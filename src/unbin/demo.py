"""An invented scenario: the (fictional) Lindenfeld Regional Health Registry and two partner
cohorts (Marrowby, Eastholm) of an invented consortium.

Several thousand simulated patients per cohort, each exposure with a known true shape shared by
every cohort (the cohorts differ in who they recruited: the exposures' distributions shift), so
that the demo's results — per cohort and pooled — can be checked against the truth it was built
with:

- ``readmission_sodium`` (binary): 30-day readmission is U-shaped in serum sodium (lowest risk at
  140 mmol/L); the legacy analysis used three clinical groups (<135, 135-<145, >=145).
- ``death_egfr`` (survival on the time-on-study scale, from the registry's dates of
  diagnosis, recruitment (delayed entry) and exit; strata by centre): the cause-specific log
  hazard of cardiorenal death rises linearly as kidney function falls below 60 and is flat
  above (an elbow); the legacy analysis split eGFR at 60. The elbow's effect fades: from
  :data:`EGFR_FADE_AFTER` years on it is :data:`EGFR_FADE` times as large (the analysis' follow-up
  windows show it). Death from other causes competes (``death_cause`` 2; its hazard rises with
  age, not with eGFR), so the risk at the horizon is a cumulative incidence. Age confounds it
  strongly (older people have lower eGFR and die sooner) and the legacy analysis adjusted for
  age in decades — residual confounding.
- ``visits_bmi`` (count, person-years offset): the clinic-visit rate is log-linear in BMI;
  people are clustered in general practices (``practice``), so its variances are cluster-robust.
- ``sbp_urate`` (continuous): systolic pressure rises linearly with serum urate, more steeply
  in older patients (a real effect modification: the slope differs between the age groups
  <50, 50-<60, 60-<70, >=70, which the analysis takes as its ``by``); the legacy cut at
  7.1 mg/dL was chosen from the data.
- ``readmission_sodium`` is also analysed by diabetes, which shifts the risk at every sodium (a
  main effect) without changing the U shape (no effect modification).
- ``readmission_sodium_imputed``: the same analysis with ``missing: {method: impute}``. In
  Marrowby, age is missing more often for readmitted patients (missing at random given the
  outcome); complete cases drop those rows, multiple imputation keeps them, and the two sit
  side by side in every table.

Eastholm's registry delivers its extract as a ';'-separated CSV with decimal commas and
day-first dates; the others deliver parquet.

Every number here is invented; the random generator is seeded, so the files are identical on
every run.
"""

from __future__ import annotations

from dataclasses import dataclass
from pathlib import Path
from typing import Any

import numpy as np
import pandas as pd
import yaml

from .published.demo_tables import demo_published

DEMO_SEED = 20260401
DEMO_ROWS = 6000
DAYS_PER_YEAR = 365.25
# The cohort whose registry delivers a ';'-separated CSV with decimal commas and day-first
# dates (dd.mm.yyyy) instead of durations, as many European registries export.
CSV_COHORT = "eastholm"
CSV_DATE_FORMAT = "%d.%m.%Y"

# The true curves, used to simulate and by tests that check the demo recovers them.
SODIUM_OPTIMUM = 140.0


def true_logodds_sodium(na: np.ndarray) -> np.ndarray:
    """U shape: log-odds rises quadratically away from 140 mmol/L."""
    return 0.025 * (na - SODIUM_OPTIMUM) ** 2


def true_loghr_egfr(egfr: np.ndarray) -> np.ndarray:
    """Elbow: +0.05 per mL/min/1.73m2 below 60, flat above (the cause-specific log hazard
    ratio of cardiorenal death before :data:`EGFR_FADE_AFTER` years; times :data:`EGFR_FADE`
    after)."""
    return 0.05 * np.clip(60.0 - egfr, 0.0, None)


EGFR_FADE_AFTER = 5.0  # years on study: the eGFR effect fades from here on
EGFR_FADE = 0.25  # the share of the early log hazard ratio that remains later


TRUE_VISITS_PER_BMI = 0.04  # log rate ratio per kg/m2
AGE_CUTS = (50, 60, 70)  # the legacy age groups, the levels of sbp_urate's ``by``
TRUE_SBP_PER_URATE_BY_AGE = (0.5, 1.5, 2.5, 3.5)  # mmHg per mg/dL in <50, 50-<60, 60-<70, >=70


def true_sbp_per_urate(age: np.ndarray) -> np.ndarray:
    """The true slope of systolic pressure on urate (mmHg per mg/dL) at each age."""
    groups = np.searchsorted(np.asarray(AGE_CUTS), np.asarray(age, dtype=float), side="right")
    return np.asarray(TRUE_SBP_PER_URATE_BY_AGE)[groups]


@dataclass(frozen=True)
class CohortProfile:
    """How one invented cohort's population differs: the exposures' distributions shift, the
    true curves stay the same."""

    name: str
    n: int
    seed: int
    age_mean: float = 63.0
    bmi_median: float = 27.0
    sodium_mean: float = 139.5
    sodium_sd: float = 4.0
    egfr_shift: float = 0.0
    urate_shift: float = 0.0
    urate_cut: float = 7.1  # the cut this cohort's own legacy paper used (chosen from its data)


COHORTS = (
    CohortProfile("lindenfeld", DEMO_ROWS, DEMO_SEED),
    CohortProfile("marrowby", 4000, DEMO_SEED + 1, age_mean=68.0, bmi_median=28.5,
                  sodium_mean=138.0, sodium_sd=4.6, egfr_shift=-6.0, urate_shift=0.5,
                  urate_cut=7.0),
    CohortProfile("eastholm", 3000, DEMO_SEED + 2, age_mean=57.0, bmi_median=25.5,
                  sodium_mean=140.5, sodium_sd=3.4, egfr_shift=5.0, urate_shift=-0.7,
                  urate_cut=5.6),
)


def simulate_registry(n: int = DEMO_ROWS, seed: int = DEMO_SEED,
                      profile: CohortProfile | None = None) -> pd.DataFrame:
    p = profile or CohortProfile("lindenfeld", n, seed)
    n, seed = p.n, p.seed
    rng = np.random.default_rng(seed)
    centre = rng.integers(1, 5, n)
    age = np.clip(rng.normal(p.age_mean, 11, n), 30, 92).round(1)
    sex = rng.integers(0, 2, n)
    bmi = np.clip(rng.lognormal(np.log(p.bmi_median), 0.17, n), 16, 55).round(1)
    p_diab = 1 / (1 + np.exp(-(-3.2 + 0.03 * (age - 60) + 0.12 * (bmi - 27))))
    diabetes = (rng.random(n) < p_diab).astype(int)
    sodium = np.round(rng.normal(p.sodium_mean, p.sodium_sd, n), 0)
    egfr = np.clip(105 + p.egfr_shift - 0.9 * (age - 40) + rng.normal(0, 14, n) - 6 * diabetes,
                   6, 140).round(0)
    urate = np.clip(rng.normal(5.8 + p.urate_shift + 0.6 * sex + 0.05 * (bmi - 27), 1.4, n),
                    1.5, 13).round(1)

    lo = -2.3 + true_logodds_sodium(sodium) + 0.02 * (age - 63) + 0.5 * diabetes
    readmit = (rng.random(n) < 1 / (1 + np.exp(-lo))).astype(int)

    # Survival: cardiorenal death with age as a strong confounder and an eGFR effect that
    # fades after EGFR_FADE_AFTER years (piecewise-constant hazard, drawn by inverting its
    # cumulative hazard), death from other causes competing, delayed entry, censoring.
    rest = 0.07 * (age - 63) + 0.3 * sex + 0.1 * (centre - 2.5)
    early = 0.05 * np.exp(rest + true_loghr_egfr(egfr))
    late = 0.05 * np.exp(rest + EGFR_FADE * true_loghr_egfr(egfr))
    draw = rng.exponential(1.0, n)
    t_event = np.where(draw < early * EGFR_FADE_AFTER, draw / early,
                       EGFR_FADE_AFTER + (draw - early * EGFR_FADE_AFTER) / late)
    entry = np.round(rng.uniform(0, 2.0, n), 2)
    censor = entry + rng.uniform(2, 10, n)
    # other causes: a generator of their own, so the draws above stay as they were
    t_other = (np.random.default_rng([seed, 11]).exponential(1.0, n)
               / (0.012 * np.exp(0.06 * (age - 63))))
    time = np.minimum(np.minimum(t_event, t_other), censor)
    cause = np.where(time == censor, 0, np.where(t_event <= t_other, 1, 2))
    keep_surv = time > entry + 0.01  # people who died before entering the registry never enter
    time = np.where(keep_surv, time, np.nan).round(3)
    cause = np.where(keep_surv, cause, 0)
    died = (cause > 0).astype(int)

    pyears = np.round(rng.uniform(0.5, 5.0, n), 2)
    rate = 1.2 * np.exp(TRUE_VISITS_PER_BMI * (bmi - 27) + 0.01 * (age - 63) + 0.3 * diabetes)
    visits = rng.poisson(rate * pyears)

    sbp = (128 + true_sbp_per_urate(age) * (urate - 6) + 0.45 * (age - 63) + 3 * sex
           + rng.normal(0, 14, n)).round(0)

    df = pd.DataFrame({
        "patient_id": np.arange(1, n + 1), "centre": centre, "age": age, "sex": sex,
        "diabetes": diabetes, "bmi": bmi, "sodium": sodium, "egfr": egfr, "urate": urate,
        "readmit30": readmit, "entry_years": entry, "followup_years": time,
        "died": np.where(np.isnan(time), np.nan, died),
        "death_cause": np.where(np.isnan(time), np.nan, cause), "visits": visits,
        "person_years": pyears,
        "sbp": sbp,
    })
    # A little missingness, as in any registry extract.
    for col, share in (("sodium", 0.01), ("urate", 0.02), ("bmi", 0.005)):
        df.loc[rng.random(n) < share, col] = np.nan
    # Marrowby's readmitted patients often came back through another hospital whose transfer
    # records lack the age: age is missing more often after a readmission (missing at random
    # given the outcome; a generator of its own, so every column above stays as it was). The
    # analysis readmission_sodium_imputed sets complete cases beside multiple imputation.
    if p.name == "marrowby":
        gone = np.random.default_rng([seed, 11]).random(n) < np.where(readmit == 1, 0.3, 0.04)
        df.loc[gone, "age"] = np.nan
    # The registry's dates (a generator of their own, so every column above stays as it was):
    # diagnosis (time zero), recruitment (delayed entry) and exit (death or censoring), the
    # durations above rounded to whole days.
    cal = np.random.default_rng([seed, 7])
    diagnosed = pd.Timestamp("2008-01-01") + pd.to_timedelta(cal.integers(0, 3 * 365, n),
                                                             unit="D")
    df["diagnosed_on"] = diagnosed
    df["recruited_on"] = diagnosed + pd.to_timedelta(np.round(entry * DAYS_PER_YEAR), unit="D")
    df["exit_on"] = diagnosed + pd.to_timedelta(np.round(time * DAYS_PER_YEAR), unit="D")
    # The general practice that follows each person (80 practices; a generator of its own):
    # the cluster of the visits analysis.
    df["practice"] = np.random.default_rng([seed, 11]).integers(1, 81, n)
    return df


def demo_spec(cohorts: tuple[CohortProfile, ...] = COHORTS,
              as_delivered: bool = False) -> dict[str, Any]:
    """The demo's spec. ``as_delivered``: each cohort's extract in the format its registry
    delivers (:func:`extract_path`, as :func:`write_demo` writes them); otherwise every
    extract is ``data/<cohort>.parquet`` (for tests that write the frames themselves)."""
    def path(name: str) -> str:
        return extract_path(name) if as_delivered else f"data/{name}.parquet"

    def dialect(name: str) -> dict[str, Any]:
        return ({"csv": {"date_format": CSV_DATE_FORMAT}}
                if as_delivered and name == CSV_COHORT else {})

    return {
        "study": "lindenfeld-registry-demo",
        "cohorts": [{"name": c.name, "path": path(c.name), **dialect(c.name),
                     **({"groupings": {"urate": {"cuts": [c.urate_cut],
                                                 "derived_from_data": True}}}
                        if c.urate_cut != 7.1 else {})}
                    for c in cohorts],
        "variables": {
            "sodium": {"label": "Serum sodium", "unit": "mmol/L"},
            "egfr": {"label": "eGFR", "unit": "mL/min/1.73m²"},
            "bmi": {"label": "Body-mass index", "unit": "kg/m²"},
            "urate": {"label": "Serum urate", "unit": "mg/dL"},
            "age": {"label": "Age", "unit": "years"},
            "followup_years": {"unit": "years"},  # the horizon reads "within 5 years"
            "death_cause": {"label": "Cause of death (1 cardiorenal, 2 other)"},
            "centre": {"type": "categorical"},
            "practice": {"label": "General practice"},
        },
        "groupings": {
            "sodium": {"cuts": [135, 145], "labels": ["low", "normal", "high"],
                       "reference": "normal"},
            "egfr": {"cuts": [60], "reference": ">=60"},
            "age": {"cuts": list(AGE_CUTS)},
            "bmi": {"cuts": [25, 30], "labels": ["normal", "overweight", "obese"]},
            "urate": {"cuts": [7.1], "derived_from_data": True},
        },
        "analyses": [
            {"name": "readmission_sodium",
             "outcome": {"type": "binary", "event": "readmit30"},
             "exposure": "sodium", "adjust": ["age", "sex"], "by": "diabetes",
             "reported": {"contrast": "low vs normal", "estimate": 1.9, "lower": 1.5,
                          "upper": 2.4}},
            {"name": "death_egfr",
             # time on study from the registry's dates: from diagnosis, at risk from
             # recruitment (delayed entry) to death or censoring; the horizon is 5 years on
             # that scale; death from other causes (code 2) competes with cardiorenal death
             # (1), and the eGFR effect is read per follow-up window (before and after 5 years)
             "outcome": {"type": "survival", "event": "death_cause",
                         "event_of_interest": 1, "competing": [2], "follow_up_windows": [5],
                         "time": {"start": "diagnosed_on", "entry": "recruited_on",
                                  "end": "exit_on", "unit": "years"},
                         "time_scale": "on_study", "horizon": 5},
             "exposure": "egfr", "adjust": ["age", "sex"], "strata": ["centre"],
             "reported": {"contrast": "<60 vs >=60", "estimate": 2.1, "lower": 1.8,
                          "upper": 2.5}},
            {"name": "visits_bmi",
             "outcome": {"type": "count", "count": "visits", "persontime": "person_years"},
             "exposure": "bmi", "adjust": ["age", "diabetes"], "cluster": "practice",
             "risk_thresholds": [1.5]},  # clinic visits per person-year
            {"name": "sbp_urate",
             "outcome": {"type": "continuous", "value": "sbp"},
             "exposure": "urate", "adjust": ["sex"], "by": "age",
             "risk_thresholds": [140],  # predicted mean systolic pressure, mmHg
             "filters": [{"variable": "age", "min": 18}]},
            {"name": "readmission_sodium_imputed",  # readmission_sodium, ages imputed
             "outcome": {"type": "binary", "event": "readmit30"},
             "exposure": "sodium", "adjust": ["age", "sex"], "by": "diabetes",
             "missing": {"method": "impute", "imputations": 5, "iterations": 5}},
        ],
        "continuous": {"forms": ["linear", "spline", "fp"], "spline_knots": [3, 4, 5]},
        "risk_thresholds": [0.1, 0.2],
        "disclosure": {"min_cell": 10},
        # Smaller than the defaults (200, 1000) so that the demo stays quick.
        "resampling": {"bootstrap": 100, "permutations": 199},
        "seed": DEMO_SEED,
        # two invented studies known only from their published grouped tables
        "published": demo_published(DEMO_SEED, TRUE_VISITS_PER_BMI),
    }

#### Task goal
Every line with the word "competing" in it should be copied from the listing above.

#### Answer space
    # cumulative hazard), death from other causes competing, delayed entry, censoring.
                         "event_of_interest": 1, "competing": [2], "follow_up_windows": [5],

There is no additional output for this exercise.